Just approached the hierarchical columns in pandas. The original dataframe (df) has 27 columns and looks like the following (Ticker is the index):
Report Date Shares Gross Profit ...
Ticker
AAPL 2010-07-31 347000000.0 543000000.0 ...
AAPL 2010-10-31 344000000.0 548000000.0 ...
AAPL 2011-01-31 347000000.0 556000000.0 ...
AAPL 2011-04-30 347000000.0 580000000.0 ...
AAPL 2011-07-31 348000000.0 591000000.0 ...
I'd like to modify the column structure so that the first level is Report Date, the second level is the columns Shares and Gross Profit. I tried to create a new dataframe with this structure for just one ticker (AAPL), this is the code I used:
col = pd.MultiIndex.from_product([df['Report Date'], df[['Shares', 'Gross Profit']]])
df1 = pd.DataFrame(df.loc['AAPL'], columns=col)
It seems working apparently, but there are just NaN:
Report Date 2010-07-31 2010-10-31 \
Shares Gross Profit Shares Gross Profit
Ticker
AAPL NaN NaN NaN NaN
AAPL NaN NaN NaN NaN
AAPL NaN NaN NaN NaN
AAPL NaN NaN NaN NaN
Moreover, the shape exploded to (78, 112668). Can anybody spot the error? I guess it's in MultiIndex.from_product but cannot understand where.
This question can be solved by df.melt() if we aim at producing the transposed version of the desired output first. You can easily set the double-leveled MultiIndex
before df.transpose()
.
df_want = df.melt(id_vars="Report Date", value_vars=["Shares", "Gross Profit"])\
.sort_values(["Report Date", "variable"])\
.set_index(["Report Date", "variable"])\
.transpose()
print(df_want)
Report Date 2010-07-31 ... 2011-07-31
variable Gross Profit Shares ... Gross Profit Shares
value 543000000.0 347000000.0 ... 591000000.0 348000000.0
[1 rows x 10 columns]
N.B. The problem of the original attempt: IMO a better data wrangling strategy is to let the desired indexes/columns be produced naturally within the data processing pipeline or set via standard Pandas APIs, especially when the names or indexes/columns are already present in the source dataframe.
Edit: "Produce the desired index/columns naturally" means to NOT compute them outside the df.f1(...).f2(...).f3(...)...

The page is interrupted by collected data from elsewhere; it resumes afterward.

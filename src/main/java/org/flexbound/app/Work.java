package org.flexbound.app;

import java.nio.charset.StandardCharsets;
import java.nio.file.Path;
import java.util.ArrayList;
import java.util.List;
import java.util.Optional;
import org.flexbound.acceptance.ChangeModel;
import org.flexbound.acceptance.ChangeReport;
import org.flexbound.acceptance.Decision;
import org.flexbound.acceptance.FixtureShare;
import org.flexbound.acceptance.KeptTest;
import org.flexbound.acceptance.LimitCheck;
import org.flexbound.acceptance.Recheck;
import org.flexbound.compare.Comparison;
import org.flexbound.compare.ConfiguredFrame;
import org.flexbound.compare.FlexibilityComparator;
import org.flexbound.compare.OutsideModel;
import org.flexbound.document.OutputFolder;
import org.flexbound.finding.Findings;
import org.flexbound.finding.Outcome;
import org.flexbound.finding.Refusal;
import org.flexbound.flexibility.MeasuredFlexibility;
import org.flexbound.frame.FrameModel;
import org.flexbound.frame.FrameWriter;
import org.flexbound.reduce.Places;
import org.flexbound.reduce.PlannedFlexibility;
import org.flexbound.reduce.Reducer;
import org.flexbound.reduce.Reduction;
import org.flexbound.reduce.ReductionProblem;
import org.flexbound.reduce.TestPlanner;
import org.flexbound.report.ReportFiles;
import org.flexbound.report.gather.Gathering;
import org.flexbound.report.gather.HistoryPart;
import org.flexbound.report.results.Results;
import org.flexbound.study.Study;
import org.flexbound.testlog.TestLog;
import org.flexbound.testlog.LogFile;
import org.flexbound.study.Parameter;
import org.flexbound.update.OutsideUpdate;
import org.flexbound.update.StudyUpdate;
import org.flexbound.update.UpdateSettings;
import org.flexbound.update.UpdateResult;

/** The steps of the commands that read a test. */
final class Work {
  private final Terminal terminal;
  private final OutputOptions output;

  Work(Terminal terminal, OutputOptions output) {
    this.terminal = terminal;
    this.output = output;
  }

  ExitCode reduce(Path file) {
    return finish(reduced(file), new OutputFolder(output.folder), ExitCode.DONE);
  }

  /** Reads a log and reduces it; nothing is written or printed. */
  Results reduced(Path file) {
    return reduced("reduce", file).gathering().results();
  }

  /** A log, read and reduced. */
  private ReducedTest reduced(String command, Path file) {
    String name = String.valueOf(file.getFileName());
    Findings findings = new Findings();
    Outcome<TestLog> read =
        terminal.withProgress(progress -> LogFile.read(file, name, progress));
    findings.addAll(read.findings());
    findings.refuseIfErrors();
    TestLog log = read.orRefuse();
    Outcome<Reduction> reduced =
        Reducer.reduce(new ReductionProblem(Study.ONLY_CONFIGURATION, log, Places.STATED));
    findings.addAll(reduced.findings());
    findings.refuseIfErrors();
    Reduction reduction = reduced.value().orElseThrow(() -> new Refusal(findings.list()));
    Gathering gathering = new Gathering(command);
    log.inputs().forEach(gathering::input);
    gathering.configuration(log, name, reduction, List.of());
    gathering.findings(findings.list());
    return new ReducedTest(
        gathering,
        List.of(new ReducedTest.Reduced(log, reduction, Places.STATED)),
        Optional.empty());
  }

  /** Writes the outputs of results that bring nothing else. */
  List<Path> write(Results results) {
    OutputFolder folder = new OutputFolder(output.folder);
    ReportFiles.add(folder, results, output.units);
    return folder.write();
  }

  /** Writes and prints. */
  void show(Results results) {
    finish(results, new OutputFolder(output.folder), ExitCode.DONE);
  }

  ExitCode compare(Path file) {
    ReducedTest prepared = prepare("compare", read(file));
    return finish(
        prepared.gathering().results(), new OutputFolder(output.folder), ExitCode.DONE);
  }

  private StudyFiles read(Path file) {
    return terminal.withProgress(progress -> StudyFiles.read(file, progress));
  }

  ExitCode update(Path file) {
    StudyFiles files = read(file);
    ReducedTest prepared = prepare("update", files);
    Outcome<UpdateResult> updated =
        files.tables().isEmpty()
            ? StudyUpdate.run(files.study(), files.model(), prepared.measured())
            : OutsideUpdate.run(
                files.study(), files.tables(), prepared.measured(), UpdateSettings.FULL);
    prepared.gathering().findings(updated.findings());
    if (updated.hasErrors() || updated.value().isEmpty()) {
      throw new Refusal(updated.findings());
    }
    UpdateResult result = updated.value().get();
    prepared.gathering().update(result);
    OutputFolder folder = new OutputFolder(output.folder);
    if (files.tables().isEmpty()) {
      FrameModel model = StudyUpdate.updatedModel(files.model(), result);
      folder.add("updated-model.json", FrameWriter.write(model).getBytes(StandardCharsets.UTF_8));
    }
    return finish(
        prepared.gathering().results(),
        folder,
        result.undecided() ? ExitCode.UNDECIDED : ExitCode.DONE);
  }

  /** Says which status each parameter would get, before any reading exists. */
  ExitCode beforeTest(Path file) {
    StudyFiles files =
        terminal.withProgress(progress -> StudyFiles.read(file, progress, true));
    Findings findings = new Findings();
    findings.addAll(files.findings());
    Gathering gathering = new Gathering("update --before-test");
    gathering.title(files.study().title());
    files.inputs().forEach(gathering::input);
    files.frame().ifPresent(model -> gathering.model(model, files.study().model().orElse("")));
    List<MeasuredFlexibility> expected = new ArrayList<>();
    for (StudyFiles.Tested tested : files.tested()) {
      TestLog log = tested.log();
      Outcome<PlannedFlexibility> planned =
          computed(files, tested)
              .then(
                  computed ->
                      TestPlanner.plan(
                          new ReductionProblem(tested.configuration(), log, tested.places()),
                          computed));
      findings.addAll(planned.findings());
      planned
          .value()
          .ifPresent(
              plan -> {
                expected.add(plan.flexibility());
                gathering.planned(log, tested.file(), plan, tested.changes());
              });
    }
    findings.refuseIfErrors();
    Outcome<UpdateResult> forecast =
        files.tables().isEmpty()
            ? StudyUpdate.beforeTest(files.study(), files.model(), expected)
            : OutsideUpdate.run(
                files.study(), files.tables(), expected, UpdateSettings.ESTIMATES);
    findings.addAll(forecast.findings());
    findings.refuseIfErrors();
    gathering.findings(findings.list());
    UpdateResult result = forecast.value().orElseThrow(() -> new Refusal(findings.list()));
    gathering.update(result);
    return finish(
        gathering.results(),
        new OutputFolder(output.folder),
        result.convergence().converged() ? ExitCode.DONE : ExitCode.UNDECIDED);
  }

  /** The computed coefficients of a planned test, gauges × loads. */
  private static Outcome<double[][]> computed(StudyFiles files, StudyFiles.Tested tested) {
    TestLog log = tested.log();
    return files.tables().isEmpty()
        ? ConfiguredFrame.nominal(tested.model(), log.gauges(), log.loads())
        : OutsideModel.matrix(
            files.tables().get(0), tested.configuration(), log.gauges(), log.loads());
  }

  ExitCode check(Path file) {
    ReducedTest test = test("check", file);
    List<Decision> decisions = judge(test);
    OutputFolder folder = new OutputFolder(output.folder);
    Results results = test.gathering().results();
    ReportFiles.addCertificate(folder, results);
    return finish(results, folder, code(decisions));
  }

  ExitCode recheck(Path baseline, Path file) {
    Results kept = HistoryWork.baseline(baseline);
    KeptTest before = HistoryPart.kept(String.valueOf(baseline.getFileName()), kept);
    ReducedTest test;
    Optional<ChangeModel> model = Optional.empty();
    if (StudyFiles.isStudy(file)) {
      StudyFiles files = read(file);
      test = prepare("recheck", files);
      // a change is explained by the frame solver; tables of a model held elsewhere cannot be asked for it
      if (!files.study().parameters().isEmpty() && files.tables().isEmpty()) {
        model =
            Optional.of(
                new ChangeModel(
                    StudyUpdate.problem(files.study(), files.model(), test.measured()).orRefuse(),
                    before));
      }
    } else {
      test = reduced("recheck", file);
    }
    KeptTest now = HistoryPart.kept("this test", test.gathering().results());
    Outcome<ChangeReport> compared = Recheck.compare(before, now, model);
    test.gathering().findings(compared.findings());
    test.gathering().recheck(compared.orRefuse(), kept.title());
    boolean limited = test.configurations().stream().anyMatch(c -> !c.log().limits().isEmpty());
    List<Decision> decisions = limited ? judge(test) : List.of();
    OutputFolder folder = new OutputFolder(output.folder);
    return finish(test.gathering().results(), folder, code(decisions));
  }

  /** A log or a study, read, reduced and, where there is a model, compared. */
  private ReducedTest test(String command, Path file) {
    return StudyFiles.isStudy(file)
        ? prepare(command, read(file))
        : reduced(command, file);
  }

  /** Judges a test against its limits. */
  private static List<Decision> judge(ReducedTest test) {
    Outcome<List<Decision>> judged = LimitCheck.check(test.checked());
    List<Decision> decisions = judged.orRefuse();
    Outcome<List<FixtureShare>> fixture =
        LimitCheck.fixture(test.checked(), test.largestShare());
    test.gathering().findings(judged.findings());
    test.gathering().findings(fixture.findings());
    test.gathering().acceptance(decisions, fixture.orRefuse());
    return decisions;
  }

  private static ExitCode code(List<Decision> decisions) {
    return switch (Decision.worst(decisions)) {
      case PASS -> ExitCode.DONE;
      case FAIL -> ExitCode.LIMIT_FAILED;
      case UNDECIDED -> ExitCode.UNDECIDED;
    };
  }

  /** What the commands on a study come to before they part. */
  private static ReducedTest prepare(String command, StudyFiles files) {
    Findings findings = new Findings();
    findings.addAll(files.findings());
    Gathering gathering = new Gathering(command);
    gathering.title(files.study().title());
    files.inputs().forEach(gathering::input);
    files.frame().ifPresent(model -> gathering.model(model, files.study().model().orElse("")));
    List<ReducedTest.Reduced> configurations = new ArrayList<>();
    for (StudyFiles.Tested tested : files.tested()) {
      Places places = tested.places();
      Outcome<Reduction> reduced =
          Reducer.reduce(new ReductionProblem(tested.configuration(), tested.log(), places));
      findings.addAll(reduced.findings());
      reduced
          .value()
          .ifPresent(
              reduction -> {
                configurations.add(
                    new ReducedTest.Reduced(tested.log(), reduction, places));
                gathering.configuration(
                    tested.log(), tested.file(), reduction, tested.changes());
              });
    }
    findings.refuseIfErrors();
    ReducedTest test = new ReducedTest(gathering, configurations, Optional.empty());
    Outcome<Comparison> compared =
        files.tables().isEmpty()
            ? FlexibilityComparator.compare(
                files.study(), files.model(), test.measured(), files.modes())
            : FlexibilityComparator.compareOutside(
                files.tables().get(0),
                files.study().parameters().stream().map(Parameter::name).toList(),
                test.measured());
    findings.addAll(compared.findings());
    findings.refuseIfErrors();
    compared.value().ifPresent(gathering::comparison);
    gathering.findings(findings.list());
    return new ReducedTest(gathering, configurations, compared.value());
  }

  /** Writes, prints, and says how the command ended. */
  private ExitCode finish(Results results, OutputFolder folder, ExitCode code) {
    ReportFiles.add(folder, results, output.units);
    List<Path> written = folder.write();
    Summary summary = new Summary(terminal, results, output.units);
    summary.print();
    summary.written(written);
    return code;
  }
}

pipeline and assign the externally generated index/columns to the output DataFrame. Such approach can produce less error-prone and more maintainable code in general.
In other words, manually generating indexes or column names is not likely a Pandastic way to go, except maybe for pre-allocation of empty dataframes.
I think there is a great chance that dealing with multiple tickers at once would be a realistic use case. So I also provide such a generalized version just in case. This solution is of course also applicable for single-ticker dataframes.
Data
Report Date Shares Gross Profit
Ticker
AAPL 2010-07-31 347000000.0 543000000.0
AAPL 2010-10-31 344000000.0 548000000.0
AAPL 2011-01-31 347000000.0 556000000.0
AAPL 2011-04-30 347000000.0 580000000.0
AAPL 2011-07-31 348000000.0 591000000.0
GOOG 2011-07-31 448000004.0 691000000.0
GOOG 2010-07-31 447000004.0 643000000.0
GOOG 2010-10-31 444000004.0 648000000.0
GOOG 2011-01-31 447000004.0 656000000.0
GOOG 2011-04-30 447000004.0 680000000.0
Code
df_want = df.reset_index()\
.melt(id_vars=["Ticker", "Report Date"], value_vars=["Shares", "Gross Profit"])\
.sort_values(["Ticker", "Report Date", "variable"])\
.pivot(index="Ticker", columns=["Report Date", "variable"], values="value")
Result
print(df_want)
Report Date 2010-07-31 ... 2011-07-31
variable Gross Profit Shares ... Gross Profit Shares
Ticker ...
AAPL 543000000.0 347000000.0 ... 591000000.0 348000000.0
GOOG 643000000.0 447000004.0 ... 691000000.0 448000004.0
[2 rows x 10 columns]
I am using pandas v1.1.3 and python 3.7 on a 64-bit debian 10 laptop.